Let us celebrate the creativity and differences in the world, not criticize
those who seek to create opportunities for change in the best way possible:
non-violently and from the ground up, through individual citizen
participation.

------
oleganza
Bitcoin will not bring down anyone. People will jump on Bitcoin when
governments completely destroy value of their paper and confidence in
themselves. If tomorrow you start seeing prices going up 10% _daily_ and
people getting rid of worthless paper notes, where would you go? First, you'll
try to buy some physical goods: food, gold, car, houses etc. But then which
money would you use in the remains of the economy?

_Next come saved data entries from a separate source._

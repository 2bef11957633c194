"""docs/criteria.md is generated from the registry; it must not drift."""

from __future__ import annotations

import importlib.util
import pathlib
import re

from tamis import registry

ROOT = pathlib.Path(__file__).resolve().parent.parent


def _gen():
    spec = importlib.util.spec_from_file_location("gen_criteria_docs", ROOT / "scripts" / "gen_criteria_docs.py")
    mod = importlib.util.module_from_spec(spec)
    spec.loader.exec_module(mod)
    return mod


def test_committed_docs_match_the_registry():
    assert (ROOT / "docs" / "criteria.md").read_text(encoding="utf-8") == _gen().render(), \
        "run: python scripts/gen_criteria_docs.py"


def test_every_registered_id_is_documented():
    text = (ROOT / "docs" / "criteria.md").read_text(encoding="utf-8")
    for cid in registry.check_ids():
        assert f"`{cid}`" in text


def test_registry_lists_the_lab_ids_and_every_id_the_criteria_emit():
    ids = set(registry.check_ids())
    assert {"qa.mass_balance", "qa.sieve_overload", "qa.specimen_mass", "band.compliance"} <= ids
    core = ROOT / "pycore" / "tamis"
    src = "".join(p.read_text(encoding="utf-8") for p in list(core.glob("*.py")) + list(core.glob("criteria/*.py")))
    emitted = set(re.findall(r'"((?:qa|band|filter|stability|permeability)\.[a-z_]+)"', src))
    assert emitted and emitted <= ids, emitted - ids


def test_every_entry_has_a_provenance_tag():
    for e in registry.ENTRIES:
        assert any(e.provenance.startswith(t) for t in registry.PROVENANCE_TAGS), e.id
        assert e.source and e.edition and e.locator
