"""USCS symbols and names at every threshold of ASTM D2487.

Source: ASTM D2487 (Unified Soil Classification System). Read in published
reproductions of its criteria: GW Cu >= 4 and 1 <= Cc <= 3; SW Cu >= 6 and
1 <= Cc <= 3; fines < 5 % clean, 5-12 % dual symbols, > 12 % GM/GC/SM/SC;
A-line PI = 0.73 (LL - 20); LL 50 between L and H. From memory: ">=" at the Cu
limits, the CL-ML zone 4 <= PI <= 7, the second dual symbol for CL-ML fines,
the 15 % / 30 % naming rules, the U-line PI = 0.9 (LL - 8).
Each threshold is tested on its value and just beside it.
"""

import pytest

from tamis.lab.uscs import Plasticity, a_line_pi, above_u_line, classify, classify_coarse, classify_fine, \
    fines_class
from tamis.lab.curve import make_curve

NP = Plasticity(nonplastic=True)
CLAY = Plasticity(liquid_limit=40.0, plasticity_index=20.0)  # CL: above the A-line (14.6)


@pytest.mark.parametrize("cu, cc, symbol", [
    (4.0, 1.5, "GW"), (3.99, 1.5, "GP"),      # Cu 4 for gravels
    (6.0, 1.0, "GW"), (6.0, 0.99, "GP"),      # Cc 1
    (6.0, 3.0, "GW"), (6.0, 3.01, "GP"),      # Cc 3
])
def test_gravel_cu_and_cc_thresholds(cu, cc, symbol):
    u = classify_coarse(gravel=60.0, sand=38.0, fines=2.0, cu=cu, cc=cc, p=Plasticity())
    assert u.symbol == symbol


@pytest.mark.parametrize("cu, cc, symbol", [
    (6.0, 1.5, "SW"), (5.99, 1.5, "SP"), (10.0, 1.0, "SW"), (10.0, 0.99, "SP"), (10.0, 3.0, "SW"),
    (10.0, 3.01, "SP"), (4.5, 1.5, "SP"),     # Cu 4.5 makes a GW gravel but not an SW sand
])
def test_sand_cu_and_cc_thresholds(cu, cc, symbol):
    u = classify_coarse(gravel=20.0, sand=78.0, fines=2.0, cu=cu, cc=cc, p=Plasticity())
    assert u.symbol == symbol


def test_gravel_versus_sand_split_at_half_the_coarse_fraction():
    # D2487: gravel when more than 50 % of the coarse fraction is retained on No. 4.
    assert classify_coarse(49.0, 49.0, 2.0, 7.0, 1.5, Plasticity()).symbol == "SW"
    assert classify_coarse(49.1, 48.9, 2.0, 7.0, 1.5, Plasticity()).symbol == "GW"


@pytest.mark.parametrize("fines, p, symbol", [
    (4.99, NP, "SW"), (5.0, NP, "SW-SM"), (12.0, NP, "SW-SM"), (12.01, NP, "SM"),
    (5.0, CLAY, "SW-SC"), (12.0, CLAY, "SW-SC"), (12.01, CLAY, "SC"),
    (8.0, Plasticity(liquid_limit=20.0, plasticity_index=5.0), "SW-SC"),   # CL-ML fines -> -SC (from memory)
    (20.0, Plasticity(liquid_limit=20.0, plasticity_index=5.0), "SC-SM"),  # CL-ML fines, > 12 %
    (20.0, Plasticity(liquid_limit=60.0, plasticity_index=20.0), "SM"),    # MH fines (below A-line 29.2)
    (20.0, Plasticity(liquid_limit=60.0, plasticity_index=30.0), "SC"),    # CH fines
])
def test_fines_5_and_12_percent_thresholds_and_dual_symbols(fines, p, symbol):
    u = classify_coarse(gravel=20.0, sand=80.0 - fines, fines=fines, cu=8.0, cc=1.5, p=p)
    assert u.symbol == symbol


@pytest.mark.parametrize("gravel, name", [(15.0, "well-graded sand with gravel"), (14.99, "well-graded sand")])
def test_15_percent_naming_rule_for_sands(gravel, name):
    u = classify_coarse(gravel=gravel, sand=97.0 - gravel, fines=3.0, cu=8.0, cc=1.5, p=Plasticity())
    assert u.name == name


@pytest.mark.parametrize("sand, name", [(15.0, "poorly graded gravel with sand"), (14.99, "poorly graded gravel")])
def test_15_percent_naming_rule_for_gravels(sand, name):
    u = classify_coarse(gravel=97.0 - sand, sand=sand, fines=3.0, cu=2.0, cc=1.5, p=Plasticity())
    assert u.name == name


def test_dual_and_silty_names():
    assert classify_coarse(20.0, 72.0, 8.0, 8.0, 1.5, NP).name == "well-graded sand with silt and gravel"
    assert classify_coarse(10.0, 82.0, 8.0, 3.0, 1.5, CLAY).name == "poorly graded sand with clay"
    assert classify_coarse(60.0, 10.0, 30.0, None, None, NP).name == "silty gravel"
    u = classify_coarse(20.0, 60.0, 20.0, None, None, Plasticity(liquid_limit=20.0, plasticity_index=5.0))
    assert u.name == "silty, clayey sand with gravel"


@pytest.mark.parametrize("ll, pi, cls", [
    (40.0, 0.73 * 20.0, "CL"), (40.0, 14.59, "ML"),   # on the A-line is CL; just below it ML
    (60.0, 29.2, "CH"), (60.0, 29.19, "MH"),          # LL >= 50
    (50.0, 21.9, "CH"), (49.99, 21.9, "CL"),          # LL 50 divides L from H
    (20.0, 4.0, "CL-ML"), (20.0, 7.0, "CL-ML"), (20.0, 7.01, "CL"), (20.0, 3.99, "ML"),  # hatched zone
    (30.0, 6.0, "ML"),                                # PI in 4..7 but below the A-line (7.3)
])
def test_plasticity_chart_a_line_and_cl_ml_zone(ll, pi, cls):
    assert fines_class(Plasticity(liquid_limit=ll, plasticity_index=pi))[0] == cls


def test_a_line_equation():
    # D2487 / UBC Table 18-1-A: PI = 0.73 (LL - 20).
    assert a_line_pi(50.0) == pytest.approx(21.9)
    assert a_line_pi(20.0) == 0.0


def test_u_line_upper_limit():
    # U-line PI = 0.9 (LL - 8), vertical at LL = 16 (from memory).
    assert above_u_line(50.0, 37.9) is True and above_u_line(50.0, 37.8) is False
    assert above_u_line(15.0, 1.0) is True


@pytest.mark.parametrize("plus200, gravel_share, name", [
    (14.99, 0.0, "lean clay"), (15.0, 0.0, "lean clay with sand"), (29.99, 1.0, "lean clay with gravel"),
    (30.0, 0.0, "sandy lean clay"), (40.0, 0.375, "sandy lean clay with gravel"),
    (40.0, 0.6, "gravelly lean clay with sand"),
])
def test_fine_grained_names_at_15_and_30_percent_coarse(plus200, gravel_share, name):
    gravel = plus200 * gravel_share
    u = classify_fine(gravel=gravel, sand=plus200 - gravel, fines=100.0 - plus200, p=CLAY)
    assert u.symbol == "CL" and u.name == name


def test_missing_data_gives_needs_not_a_guess():
    u = classify_coarse(20.0, 72.0, 8.0, 8.0, 1.5, Plasticity())
    assert u.symbol is None and "Atterberg" in u.needs[0] and set(u.candidates) == {"SW-SM", "SW-SC"}
    u = classify_fine(0.0, 30.0, 70.0, Plasticity())
    assert u.symbol is None and u.needs
    c = make_curve([(4.75, 100.0), (0.425, 40.0), (0.075, 11.0)])  # 11 % fines: no D10 without a hydrometer
    u = classify(c, NP)
    assert u.symbol is None and any("hydrometer" in n for n in u.needs)
    assert set(u.candidates) == {"SW-SM", "SP-SM"}
    u = classify(make_curve([(4.75, 100.0), (0.425, 40.0)]), NP)  # no No. 200 sieve
    assert u.symbol is None and any("0.075" in n for n in u.needs)


def test_cobbles_are_set_aside_and_named():
    # D2487 §1.2: classify the fraction finer than 75 mm; "with cobbles" added to the name.
    c = make_curve([(150.0, 100.0), (75.0, 80.0), (19.0, 60.0), (4.75, 40.0), (0.425, 8.0), (0.075, 0.8)])
    u = classify(c, NP)
    assert u.symbol in ("GW", "GP", "SW", "SP") and u.name.endswith("with cobbles")
    # Regraded on 75 mm: gravel (80-40)/80 = 50 %, sand (40-0.8)/80 = 49 %: gravel.
    assert u.symbol.startswith("G")


def test_u_line_warning_is_raised():
    c = make_curve([(0.425, 100.0), (0.075, 80.0), (0.002, 30.0)])
    u = classify(c, Plasticity(liquid_limit=30.0, plasticity_index=25.0))
    assert u.symbol == "CL" and u.warnings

As everyone already has
smartphones and if telecom industry does not collapse completely, it would be
super easy to install Bitcoin wallets and go on buying and selling stuff in
BTC.

Hopefully, if people jump on BTC earlier than later (and we have more useful
services, apps and hardware keeping and transacting in BTC) the total collapse
will never actually happen. We will just more or less smoothly transition the
whole economy on BTC at the expense of all USD-holders (unfortunately). It
will be painful, but at least industries will not stop working for months, but
will continue going on. Only remaining cash will become worthless during the
race to get rid of it.

However, if governments magically stop printing money, default and regain some
confidence, then they may probably avoid total run from USD/EUR/etc. Maybe.
But right now the speed of money printing and amount of debt is so huge, I
don't see any way out of it other than complete USD replacement (more or less
peacefully) or brutal tyrannical controls to keep people using gov paper until
some bloody revolution happens when economy get completely paralyzed and
people starve.

------
ebbv
I used to follow Falkvinge on Twitter but nonsense like this is why I stopped.

It's one thing to be in favor of personal liberty (which I am) and in sensible
economic practices.

It's another to say that this toy that has yet to move beyond a small
percentage of even techie libertarians is going to bring down the biggest
country in the history of the world.

It's just idiotic.